Текст книги "Пожиратели душ"
Автор книги: Селия Фридман
Жанр: Зарубежное фэнтези, Зарубежная литература
сообщить о неприемлемом содержимом
Текущая страница: 2 (всего у книги 26 страниц) [доступный отрывок для чтения: 9 страниц]
Глава 2
Итанус вспоминает
Кто бы ни был там, за дверью, так просто он не уйдет. Итанус старается не обращать внимания на стук, но неведомый гость всегда возвращается. Стучатся не настолько громко и часто, чтобы вызвать открытый гнев хозяина, – как будто посетитель хочет всего лишь напомнить о себе, ни на что больше не претендуя.
В конце концов он вздыхает, отрывается от шантонийских иероглифов, которые пытался расшифровать, и идет посмотреть, кто же это так назойливо добивается встречи с ним.
Итанус открывает дверь, и в его святилище врывается свежий, насыщенный цветочной пыльцой, полный жизни воздух. Надо было, пожалуй, сделать в доме побольше окон и меньше заботиться о том, чтобы не замерзнуть зимой.

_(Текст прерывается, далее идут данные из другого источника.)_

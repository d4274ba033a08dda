// Plans that could not end, or not end in an adoption, are refused.
#include "proto/files/plan_file.h"

#include <gtest/gtest.h>

#include <functional>

#include "tests/proto/fixture.h"

namespace pastern::files {
namespace {

std::string why(const std::function<void(v1::Plan&)>& change) {
  v1::Plan plan = fixture::plan();
  change(plan);
  Defects defects;
  return parse_plan(fixture::text(plan), "p", defects) ? "accepted" : lines(defects);
}

TEST(PlanFile, SettingsOfAnotherOperatorAreRefused) {
  EXPECT_EQ(why([](v1::Plan& p) { p.mutable_adaptation()->set_repeats(3); }),
            "p: adaptation.repeats: found a number, expected nothing: ES_GRADIENT has no repeats\n");
  EXPECT_EQ(why([](v1::Plan& p) { p.mutable_adaptation()->set_kind(v1::Adaptation::BATCH_HILL_CLIMBING); }),
            "p: adaptation.step: found a number, expected nothing: BATCH_HILL_CLIMBING has no step\n");
  EXPECT_EQ(why([](v1::Plan& p) {
              p.mutable_adaptation()->set_kind(v1::Adaptation::AVERAGED_HILL_CLIMBING);
              p.mutable_adaptation()->clear_step();
              p.mutable_adaptation()->set_repeats(3);
            }),
            "accepted");
}

TEST(PlanFile, ASearchHasWalksAndAnOfferedCandidateHasNone) {
  EXPECT_NE(
      why([](v1::Plan& p) { p.set_search_walks(0); }).find("p: search_walks: found 0, expected at least 1"),
      std::string::npos);
  EXPECT_EQ(why([](v1::Plan& p) {
              p.mutable_adaptation()->set_kind(v1::Adaptation::OFFERED_CANDIDATE);
              p.mutable_adaptation()->clear_step();
            }),
            "p: search_walks: found 50, expected 0: OFFERED_CANDIDATE does not search\n");
}

TEST(PlanFile, ABatchMustFitIntoTheSearch) {
  EXPECT_EQ(why([](v1::Plan& p) { p.mutable_adaptation()->set_batch(25); }), "accepted");
  EXPECT_EQ(why([](v1::Plan& p) { p.mutable_adaptation()->set_batch(26); }),
            "p: adaptation.batch: found 26, expected a batch that fits into search_walks, 50 (a pair is two "
            "walks)\n");
}

// 2^-5 = 0.03125 is the least p of an exact one-sided sign-flip test over five pairs.
TEST(PlanFile, ALevelThatTheTestCannotReachIsRefused) {
  const auto with = [](double level) {
    return why([level](v1::Plan& p) {
      p.set_confirmation_pairs(5);
      p.set_confirmation_level(level);
    });
  };
  EXPECT_EQ(with(0.03125), "accepted");
  EXPECT_EQ(with(0.03124),
            "p: confirmation_level: found 0.03124, expected at least 0.03125, the least p that 5 pairs can "
            "give\n");
}

TEST(PlanFile, MinutesMustHoldBaselineAndConfirmation) {
  EXPECT_EQ(why([](v1::Plan& p) { p.set_max_minutes(1.7); }),
            "p: max_minutes: found 1.7, expected time for baseline and confirmation alone, 1.75 (min)\n");
  EXPECT_EQ(why([](v1::Plan& p) { p.set_max_minutes(1.75); }), "accepted");
}

}  // namespace
}  // namespace pastern::files
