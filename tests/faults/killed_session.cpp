// The process, and the loop of start, drive, kill.
#include "tests/faults/killed_session.h"

#include <fcntl.h>
#include <poll.h>
#include <signal.h>
#include <sys/wait.h>
#include <unistd.h>

#include <algorithm>
#include <chrono>
#include <cstdio>
#include <cstdlib>
#include <filesystem>
#include <random>
#include <vector>

#include "runtime/journal/journal.h"

namespace pastern::faults {
namespace {

using Clock = std::chrono::steady_clock;
constexpr std::chrono::seconds kPatience{30};
constexpr std::uint64_t kKillsASession = 12;

// 2 + 12 + 10 walks of two seconds: every part of a session, in about a second.
constexpr const char* kPlan = R"(name: "kills"
adaptation { kind: ES_GRADIENT batch: 3 }
seed: 1
walk_s: 2
baseline_walks: 2
search_walks: 12
confirmation_pairs: 5
confirmation_level: 0.05
max_falls: 1000
max_minutes: 60
max_void_repeats: 3
go_by: AUTO
)";

double since(Clock::time_point then) { return std::chrono::duration<double>(Clock::now() - then).count(); }

// Next line of the program's output; nothing more within the patience, or at its end: false.
bool read_line(int output, std::string& line) {
  line.clear();
  const Clock::time_point until = Clock::now() + kPatience;
  while (Clock::now() < until) {
    pollfd wait{output, POLLIN, 0};
    if (poll(&wait, 1, 100) <= 0) continue;
    char c = 0;
    if (read(output, &c, 1) != 1) return false;
    if (c == '\n') return true;
    line += c;
  }
  return false;
}

class Driver {
 public:
  Driver(const std::string& plan_text, KillResult& result) : plan_text_(plan_text), result_(result) {}

  /// Connects, takes the baton, and starts or resumes the session. False: `trouble` is set.
  bool begin(const link::ClientConfig& ports) {
    std::string why;
    client_ = link::Client::connect(ports, why);
    if (!client_ || !client_->take_baton(why)) return fail("no baton: " + why);
    v1::Command ask;
    ask.mutable_ask_status();
    auto answer = client_->ask(ask, 20000);
    if (!answer) return fail("no status: " + client_->trouble());
    const v1::Status status = answer->status();
    if (status.session_part() == v1::ENDED) {
      ended_ = true;
      return true;
    }
    if (status.waiting_for() == "first-start confirmation" && !confirm(status.robot_sha256_hex()))
      return false;
    v1::Command begin;
    if (status.session_part() == v1::INTERRUPTED)
      begin.mutable_resume();
    else
      begin.mutable_start_session()->set_plan_text(plan_text_);
    answer = client_->ask(begin, 20000);
    if (!answer || !answer->accepted()) return fail(answer ? answer->words() : client_->trouble());
    return true;
  }

  /// Listens until the verdict or the moment. True when the session has ended.
  bool follow(Clock::time_point until, bool forever) {
    const Clock::time_point patience = Clock::now() + std::chrono::minutes(5);
    while (!ended_ && (forever ? Clock::now() < patience : Clock::now() < until)) {
      const auto telemetry = client_->next(2);
      if (!telemetry) continue;
      if (telemetry->has_episode()) seen_ = std::max(seen_, telemetry->episode().walk());
      if (telemetry->has_verdict()) ended_ = true;
    }
    return ended_;
  }

  [[nodiscard]] std::uint64_t seen() const { return seen_; }

 private:
  bool confirm(const std::string& robot_sha256) {
    v1::Command confirm;
    confirm.mutable_confirm_first_start()->set_robot_sha256_hex(robot_sha256);
    confirm.mutable_confirm_first_start()->set_who("test");
    confirm.mutable_confirm_first_start()->set_read_procedure(true);
    const auto answer = client_->ask(confirm, 20000);
    return (answer && answer->accepted()) ||
           fail("first start: " + (answer ? answer->words() : client_->trouble()));
  }
  bool fail(const std::string& words) {
    result_.trouble = words;
    return false;
  }

  const std::string& plan_text_;
  KillResult& result_;
  std::unique_ptr<link::Client> client_;
  std::uint64_t seen_{0};
  bool ended_{false};
};

// After a kill: what was published as finished must be in the journal. True when the session has ended.
bool check_journal(const std::string& folder, std::uint64_t seen, KillResult& result) {
  std::string error;
  const auto journal = journal::Journal::open(folder, error);
  if (!journal) {
    ++result.unreadable;
    std::fprintf(stderr, "%s\n", error.c_str());
    return false;
  }
  const auto row = journal->last_session();
  const std::uint64_t there = row ? journal->last_walk(row->session) : 0;
  if (there < seen) result.walks_lost += seen - there;
  const bool ended = row && row->ended;
  if (there > 0 && !ended) ++result.during_walks;
  return ended;
}

void read_end(const std::string& folder, KillResult& result) {
  std::string error;
  const auto journal = journal::Journal::open(folder, error);
  const auto row = journal ? journal->last_session() : std::nullopt;
  if (!row || !row->ended) {
    result.trouble = journal ? "the session has not ended" : error;
    return;
  }
  result.walks = journal->last_walk(row->session);
  result.digest = journal->digest(row->session);
}

}  // namespace

Onboard::~Onboard() { kill_now(); }

bool Onboard::start(const OnboardFiles& files, const std::string& folder, std::uint64_t seed,
                    std::string& why) {
  int ends[2] = {-1, -1};
  if (pipe2(ends, O_CLOEXEC) != 0) return false;
  const std::vector<std::string> words{files.program,
                                       "--robot",
                                       files.robot,
                                       "--policy",
                                       files.policy,
                                       "--hal",
                                       files.plugin,
                                       "--hal-options",
                                       "scenario=" + files.scenario,
                                       "--journal",
                                       folder,
                                       "--pace",
                                       "stepped",
                                       "--command-port",
                                       "0",
                                       "--telemetry-port",
                                       "0",
                                       "--fetch-port",
                                       "0",
                                       "--baton-lapse-ms",
                                       "60000",
                                       "--seed",
                                       std::to_string(seed)};
  std::vector<char*> arguments;
  for (const std::string& word : words) arguments.push_back(const_cast<char*>(word.c_str()));
  arguments.push_back(nullptr);
  process_ = fork();
  if (process_ == 0) {
    dup2(ends[1], STDOUT_FILENO);
    dup2(ends[1], STDERR_FILENO);
    execv(arguments[0], arguments.data());
    _exit(127);
  }
  close(ends[1]);
  output_ = ends[0];
  std::string line;
  while (process_ > 0 && read_line(output_, line)) {
    why = line;
    if (std::sscanf(line.c_str(), "ready: commands %d, telemetry %d, fetch %d", &ports_.command_port,
                    &ports_.telemetry_port, &ports_.fetch_port) == 3)
      return true;
  }
  kill_now();
  return false;
}

void Onboard::kill_now() {
  if (process_ > 0) {
    kill(process_, SIGKILL);
    waitpid(process_, nullptr, 0);
  }
  if (output_ >= 0) close(output_);
  process_ = -1;
  output_ = -1;
}

bool Onboard::stop_in_order() {
  if (process_ <= 0) return false;
  kill(process_, SIGTERM);
  int status = -1;
  waitpid(process_, &status, 0);
  process_ = -1;
  if (output_ >= 0) close(output_);
  output_ = -1;
  return WIFEXITED(status) && WEXITSTATUS(status) == 0;
}

KillResult run_killed_session(const OnboardFiles& files, const std::string& folder,
                              const std::string& plan_text, std::uint64_t seed,
                              const std::function<double()>& delay_s) {
  KillResult result;
  const Clock::time_point began = Clock::now();
  std::uint64_t seen = 0;
  while (true) {
    Onboard onboard;
    if (!onboard.start(files, folder, seed, result.trouble)) return result;
    result.trouble.clear();
    Driver driver(plan_text, result);
    if (!driver.begin(onboard.ports())) return result;
    const double delay = delay_s();
    const auto until =
        Clock::now() + std::chrono::duration_cast<Clock::duration>(std::chrono::duration<double>(delay));
    const bool ended = driver.follow(until, delay < 0);
    seen = std::max(seen, driver.seen());
    if (ended || delay < 0) {
      if (!ended) result.trouble = "no verdict within five minutes";
      if (!onboard.stop_in_order()) result.trouble = "the program did not stop in order";
      break;
    }
    onboard.kill_now();
    ++result.kills;
    if (check_journal(folder, seen, result)) break;
  }
  result.seconds = since(began);
  if (result.trouble.empty()) read_end(folder, result);
  return result;
}

OnboardFiles shipped_files(const std::string& source, const std::string& binary, const std::string& robot,
                           const std::string& scenario) {
  const std::string stub = source + "/hal_stub/";
  return {binary + "/bin/pastern-onboard", stub + "robots/" + robot + ".robot.txtpb",
          stub + "policies/" + robot + ".policy", binary + "/lib/libpastern_hal_stub.so",
          stub + "scenarios/" + scenario + ".scenario.txtpb"};
}

namespace {

KillResult session_in_new_folder(const OnboardFiles& files, std::uint64_t seed,
                                 const std::function<double()>& delay_s) {
  std::string folder = (std::filesystem::temp_directory_path() / "pastern_kills_XXXXXX").string();
  KillResult result;
  if (mkdtemp(folder.data()) == nullptr) {
    result.trouble = folder + ": cannot be made";
    return result;
  }
  result = run_killed_session(files, folder, kPlan, seed, delay_s);
  if (!result.trouble.empty()) std::fprintf(stderr, "%s: %s\n", folder.c_str(), result.trouble.c_str());
  std::filesystem::remove_all(folder);
  return result;
}

}  // namespace

bool kill_many(const OnboardFiles& files, std::uint64_t kills, std::uint64_t seed, KillTally& tally) {
  const KillResult whole = session_in_new_folder(files, seed, [] { return -1.0; });
  if (!whole.trouble.empty()) return false;
  tally.walks = whole.walks;
  std::mt19937_64 engine(seed);
  std::uniform_real_distribution<double> delay(0, 0.25 * whole.seconds);
  // A session that cannot go on is a different result, not a reason to try for ever.
  while (tally.sum.kills < kills && tally.different < 20) {
    std::uint64_t left = std::min(kills - tally.sum.kills, kKillsASession);
    const KillResult one = session_in_new_folder(files, seed, [&] {
      if (left == 0) return -1.0;
      --left;
      return delay(engine);
    });
    ++tally.sessions;
    tally.sum.kills += one.kills;
    tally.sum.during_walks += one.during_walks;
    tally.sum.walks_lost += one.walks_lost;
    tally.sum.unreadable += one.unreadable;
    tally.different += one.digest != whole.digest ? 1 : 0;
  }
  return true;
}

}  // namespace pastern::faults
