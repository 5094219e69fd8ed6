import { asc, eq } from 'drizzle-orm'
import type { JobCostView } from '#shared/schemas/ledger'
import { OPERATION_NAMES } from '#shared/schemas/shop'
import { benchRecords, jobs, ledgerEntries, ledgerTransactions, operations, orders, people, priceBooks, quotePrices, quotes, wireProducts } from '../../database/schema'
import { assertRole, type ServiceContext } from '../context'
import { notFound } from '../errors'
import { jobNumberOf } from '../jobs/refs'
import { orderRefOf } from '../orders/reference'
import { getCurrentPriceBook } from '../price-books/get-current'
import { jobKeyColumns, onQuote, onQuotePrice, onWire, readJobCosts } from './job-costs'

/** One job: quoted against recorded, line by line, with the records and the bookings behind. @throws DomainError not-found */
export async function getJobCost(context: ServiceContext, ref: string): Promise<JobCostView> {
  assertRole(context, 'bookkeeper', 'admin')
  const [row] = await context.db.select({
    ...jobKeyColumns, orderId: orders.id, orderNumber: orders.number, customer: orders.firmName, title: orders.title, quantity: jobs.quantity, finishedAt: jobs.finishedAt,
    priceMinor: quotePrices.netMinor, priceBookNumber: priceBooks.number,
  }).from(jobs).innerJoin(orders, eq(orders.id, jobs.orderId)).innerJoin(quotePrices, onQuotePrice).innerJoin(quotes, onQuote).innerJoin(priceBooks, eq(priceBooks.id, quotes.priceBookId)).leftJoin(wireProducts, onWire)
    .where(eq(jobs.number, jobNumberOf(ref)))
  if (!row) throw notFound('job')
  const book = await getCurrentPriceBook(context)
  const [costs, records, entries] = await Promise.all([
    readJobCosts(context.db, book, [row]),
    context.db.select({ at: benchRecords.at, kind: operations.kind, act: benchRecords.act, person: people.name, good: benchRecords.good, scrap: benchRecords.scrap, wireKg: benchRecords.wireKg, note: benchRecords.note })
      .from(benchRecords).innerJoin(operations, eq(operations.id, benchRecords.operationId)).innerJoin(people, eq(people.id, benchRecords.personId)).where(eq(operations.jobId, row.jobId)).orderBy(asc(benchRecords.at)).limit(500),
    context.db.select({ at: ledgerTransactions.at, words: ledgerTransactions.words, account: ledgerEntries.account, amountMinor: ledgerEntries.amountMinor })
      .from(ledgerEntries).innerJoin(ledgerTransactions, eq(ledgerTransactions.id, ledgerEntries.transactionId)).where(eq(ledgerTransactions.orderId, row.orderId)).orderBy(asc(ledgerEntries.id)).limit(200),
  ])
  const { rows, total } = costs.get(row.jobId)!
  return {
    jobRef: ref, orderRef: orderRefOf(row.orderNumber), customer: row.customer, title: row.title, quantity: row.quantity, currency: row.currency, priceBookNumber: row.priceBookNumber, finishedAt: row.finishedAt?.toISOString() ?? null,
    timeZone: context.timeZone, priceMinor: row.priceMinor, quotedCostMinor: total.quotedMinor, comparedQuotedMinor: total.comparedQuotedMinor, actualCostMinor: total.actualMinor, differenceMinor: total.differenceMinor, isComplete: total.isComplete, words: total.words, rows,
    records: records.map(record => ({ at: record.at.toISOString(), operation: OPERATION_NAMES[record.kind], act: record.act, person: record.person, good: record.good, scrap: record.scrap, wireKg: record.wireKg === null ? null : Number(record.wireKg), note: record.note })),
    entries: entries.map(entry => ({ at: entry.at.toISOString(), words: entry.words, account: entry.account, debitMinor: Math.max(0, entry.amountMinor), creditMinor: Math.max(0, -entry.amountMinor) })),
  }
}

На пороге стоит девушка. Уже не ребенок, но по-детски худенькая. Не требуется волшебства, чтобы увидеть, какой суровой была ее недолгая жизнь, – это читается на ее лице, даже в ее дыхании. Итанус видит также, что она отреклась от своей среды и вознамерилась добиться большего. Холодную решимость, которой сверкают ее глаза, поэт Бельзариус нарек когда-то «алмазным взором». Лицо и руки она отмыла дочиста не более часа назад, но все остальное явно не привыкло к частым омовениям. Из крестьян, определяет Итанус, росла в нужде, воспитания не получила, но старается вести себя вежливо. Любопытно.
Он подумывает даже прибегнуть к Силе, чтобы узнать о ней что-то еще. Но он давно утратил эту привычку, и искушение быстро проходит.
– Мастер Итанус, магистр Ульранский?
Он мрачнеет, и любопытство, которое он почувствовал к девушке, угасает мгновенно.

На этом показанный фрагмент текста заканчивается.